# EXERCISE INSTRUCTIONS
Of the lines in the data below, write out exactly those from the one holding "seeds) and the" through the one holding "import threading", both included.

(Collected data)
Segment Open
@dataclass
class _NutpieModel:
    """A model compiled once for nutpie, sampled many times (with new data for SBC)."""

    compiled: Any
    unconstrain: Any
    compile_seconds: float

    @classmethod
    def build(cls, model: Any) -> _NutpieModel:
        """Compile ``model``'s log density and gradient with JAX (the physics is the
        JAX operation of :mod:`inversion.jaxmodel`; the priors and transforms are PyMC's
        graph, translated to JAX by pytensor)."""
        import nutpie

        from ..jaxmodel import jax_setup

        jax_setup()
        t = time.perf_counter()
        keep = [rv.name for rv in model.free_RVs] + [d.name for d in model.deterministics]
        # not frozen: the observations stay data, so that simulation studies swap them
        # without compiling again (``with_data``)
        compiled = nutpie.compile_pymc_model(model, backend="jax", gradient_backend="jax",
                                             var_names=keep, freeze_model=False)
        # the JAX model orders the unconstrained vector by its own rule: take it from it
        values = {model.rvs_to_values[rv].name for rv in model.free_RVs}
        order = [v.name for v in compiled._variables if v.name in values]
        return cls(compiled, _unconstrain_function(model, order), time.perf_counter() - t)

    def run(self, p: Problem, priors: dict[str, dict[str, Any]], fit: Any,
            settings: SamplerSettings, *, cores: int, seed: int, jitter_seed: int,
            progress: bool, y: np.ndarray | None = None, eps: np.ndarray | None = None
            ) -> tuple[Any, list[dict[str, Any]], float]:
        """NUTS by nutpie, on the model's own observations or on ``y`` (SBC).

        Returns the InferenceData (free parameters in the constrained space, the
        deterministics, the observed data), the start points (in the order of the chain
        seeds) and the sampling seconds. ``eps`` replaces the observed isotope anomalies
        (simulation studies), as ``y`` replaces the element data.

        Each chain starts from the convex optimum jittered by a generator seeded with
        ``(jitter_seed, chain seed)``, so that a run is reproducible from its seed
        whatever order nutpie's threads start in.
        """
        import threading
        from dataclasses import replace as dc_replace

        import nutpie

        starts: dict[int, dict[str, Any]] = {}
        lock = threading.Lock()

        def initial_point(chain_seed: int) -> np.ndarray:
            g = np.random.default_rng([jitter_seed, int(chain_seed) % 2**63])
            iv = start_points(p, priors, fit, 1, g, settings.jitter)[0]
            # the compiled map is not safe to call from two chain threads at once
            with lock:
                starts[int(chain_seed)] = iv
                return self.unconstrain(iv)

        data = {} if y is None else {"y_data": np.asarray(y, float)}
        if eps is not None:
            data["eps_data"] = np.asarray(eps, float)
        compiled = self.compiled.with_data(**data) if data else self.compiled
        # nutpie's JAX models (PyFuncModel) and numba models name the start hook apart
        hook = ("_make_initial_points" if hasattr(compiled, "_make_initial_points")
                else "initial_point_func")
        compiled = dc_replace(compiled, **{hook: initial_point})
        t = time.perf_counter()
        mass = {"draw-variance": {"use_grad_based_mass_matrix": False},
                "gradient-variance": {},
                "low-rank": {"low_rank_modified_mass_matrix": True}}[settings.mass_matrix]
        idata = nutpie.sample(compiled, draws=settings.draws, tune=settings.tune,
                              chains=settings.chains, cores=cores, seed=seed,
                              target_accept=settings.target_accept, save_warmup=False,
                              progress_bar=progress, **mass)
        t_nuts = time.perf_counter() - t
        shared = getattr(compiled, "_shared_data", None)
        shared = compiled.shared_data if shared is None else shared
        _add_observed(idata, p, np.asarray(shared["y_data"]),
                      None if eps is None else np.asarray(eps, float))
        return idata, [starts[k] for k in sorted(starts)], t_nuts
Segment Closed
# WRITTEN ANSWER
        seeds) and the sampling seconds. ``eps`` replaces the observed isotope anomalies
        (simulation studies), as ``y`` replaces the element data.

        Each chain starts from the convex optimum jittered by a generator seeded with
        ``(jitter_seed, chain seed)``, so that a run is reproducible from its seed
        whatever order nutpie's threads start in.
        """
        import threading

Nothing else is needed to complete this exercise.